> [Data supplied]
/**
 * Solves poses of a mechanism graph: Levenberg-Marquardt on the closed-loop constraints,
 * warm-started from the previous pose, with continuation (sub-stepping the inputs) so the
 * linkage stays on the assembly branch it started on. A solve never throws for failing to
 * converge and never lets NaN out: it returns a result with a named status and, on failure,
 * keeps the last good pose so a sweep can continue from it.
 *
 * Helpers live beside it: the options and their check (solverOptions.ts), the result and
 * its messages (solveResult.ts), the predictor along a sweep (SweepPredictor.ts) and input
 * vectors (inputVector.ts).
 */

import { CompiledMechanism } from './CompiledMechanism';
import { LevenbergMarquardt, type LmOptions, type LmOutcome } from './levenbergMarquardt';
import { INPUT_NAMES, type MechanismGraph, type PoseInputs } from '../mechanism/MechanismGraph';
import { DEFAULT_SOLVER_OPTIONS, solverOptionsProblem, type PoseSolverOptions } from './solverOptions';
import { failedResult, failureResult, fmtMm, reachedResult, type SolveResult } from './solveResult';
import { SweepPredictor } from './SweepPredictor';
import {
  backFraction,
  describeInputs,
  INPUT_IS_DEG,
  interpolateInputs,
  liesBeyond,
  N_INPUTS,
  readInputs,
  reverses,
  sameVector,
  vectorToInputs,
} from './inputVector';

export { DEFAULT_SOLVER_OPTIONS, solverOptionsProblem, type PoseSolverOptions } from './solverOptions';
export type { SolveResult, SolveStatus } from './solveResult';
export { leastSquaresExtrapolation } from './SweepPredictor';

const DEG = Math.PI / 180;

/** A solved pose as plain data: joint coordinates, spherical joints' rotations, inputs (INPUT_NAMES order). */
export interface SolverSeed {
  coord: Float64Array;
  sph: Float64Array;
  inputs: Float64Array;
}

> [About this task] Output only the lines from the one containing "Solves poses of" through the end of the material, please, exactly as they appear.

> [Solution]
 * Solves poses of a mechanism graph: Levenberg-Marquardt on the closed-loop constraints,
 * warm-started from the previous pose, with continuation (sub-stepping the inputs) so the
 * linkage stays on the assembly branch it started on. A solve never throws for failing to
 * converge and never lets NaN out: it returns a result with a named status and, on failure,
 * keeps the last good pose so a sweep can continue from it.
 *
 * Helpers live beside it: the options and their check (solverOptions.ts), the result and
 * its messages (solveResult.ts), the predictor along a sweep (SweepPredictor.ts) and input
 * vectors (inputVector.ts).
 */

import { CompiledMechanism } from './CompiledMechanism';
import { LevenbergMarquardt, type LmOptions, type LmOutcome } from './levenbergMarquardt';
import { INPUT_NAMES, type MechanismGraph, type PoseInputs } from '../mechanism/MechanismGraph';
import { DEFAULT_SOLVER_OPTIONS, solverOptionsProblem, type PoseSolverOptions } from './solverOptions';
import { failedResult, failureResult, fmtMm, reachedResult, type SolveResult } from './solveResult';
import { SweepPredictor } from './SweepPredictor';
import {
  backFraction,
  describeInputs,
  INPUT_IS_DEG,
  interpolateInputs,
  liesBeyond,
  N_INPUTS,
  readInputs,
  reverses,
  sameVector,
  vectorToInputs,
} from './inputVector';

export { DEFAULT_SOLVER_OPTIONS, solverOptionsProblem, type PoseSolverOptions } from './solverOptions';
export type { SolveResult, SolveStatus } from './solveResult';
export { leastSquaresExtrapolation } from './SweepPredictor';

const DEG = Math.PI / 180;

/** A solved pose as plain data: joint coordinates, spherical joints' rotations, inputs (INPUT_NAMES order). */
export interface SolverSeed {
  coord: Float64Array;
  sph: Float64Array;
  inputs: Float64Array;
}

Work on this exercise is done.